─── Entries supplied
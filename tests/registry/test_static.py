"""Static files with DEBUG off: collected with hashed names and compressed copies, served by
WhiteNoise, so the pages' stylesheet and the offline API docs work on a production server."""
from __future__ import annotations

import re
from collections.abc import Iterator
from pathlib import Path

import pytest
from django.core.management import call_command
from django.test import Client, override_settings

pytestmark = pytest.mark.django_db

# What production uses (registry/settings.py), with DEBUG off as there.
PRODUCTION_STATIC = {
    "STORAGES": {"default": {"BACKEND": "django.core.files.storage.FileSystemStorage"},
                 "staticfiles": {"BACKEND": "whitenoise.storage.CompressedManifestStaticFilesStorage"}},
    "WHITENOISE_KEEP_ONLY_HASHED_FILES": True,
    "WHITENOISE_AUTOREFRESH": False,
    "DEBUG": False,
}


@pytest.fixture(scope="module")
def collected(tmp_path_factory: pytest.TempPathFactory) -> Iterator[Path]:
    root = tmp_path_factory.mktemp("static")
    with override_settings(STATIC_ROOT=root, **PRODUCTION_STATIC):
        call_command("collectstatic", interactive=False, verbosity=0)
        yield root


def _static_links(html: str) -> list[str]:
    return re.findall(r'(?:src|href)="(/static/[^"]+)"', html)


def test_a_page_links_its_stylesheet_by_hashed_name_served_compressed_for_a_year(collected: Path) -> None:
    client = Client()
    page = client.get("/login/")
    assert page.status_code == 200
    [stylesheet] = _static_links(page.content.decode())
    assert re.fullmatch(r"/static/registry/beamkeeper\.[0-9a-f]{12}\.css", stylesheet)
    response = client.get(stylesheet, HTTP_ACCEPT_ENCODING="gzip")
    assert response.status_code == 200
    assert response["Content-Encoding"] == "gzip"
    assert "immutable" in response["Cache-Control"]
    assert client.get("/static/registry/beamkeeper.css").status_code == 404  # only hashed names are kept


@pytest.mark.parametrize("docs", ["/api/v1/docs/", "/api/v1/docs/redoc/"])
def test_the_offline_api_docs_load_every_file_they_link(collected: Path, docs: str) -> None:
    client = Client()
    page = client.get(docs)
    assert page.status_code == 200
    links = _static_links(page.content.decode())
    assert any(link.endswith(".js") for link in links), links
    for link in links:
        assert client.get(link).status_code == 200, link


def test_documents_in_a_bucket_need_the_bucket_named() -> None:
    from tests.registry.test_settings import run_manage

    result = run_manage("check", MEDIA_STORAGE="s3")
    assert result.returncode != 0
    assert "The environment variable MEDIA_S3_BUCKET must be set." in result.stderr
──────
Could you retype exactly the lines from the one containing "assert client.get(link).status_code == 200, link" through the final line of the data above, and no others?

▶ [Result for this exercise]
        assert client.get(link).status_code == 200, link


def test_documents_in_a_bucket_need_the_bucket_named() -> None:
    from tests.registry.test_settings import run_manage

    result = run_manage("check", MEDIA_STORAGE="s3")
    assert result.returncode != 0
    assert "The environment variable MEDIA_S3_BUCKET must be set." in result.stderr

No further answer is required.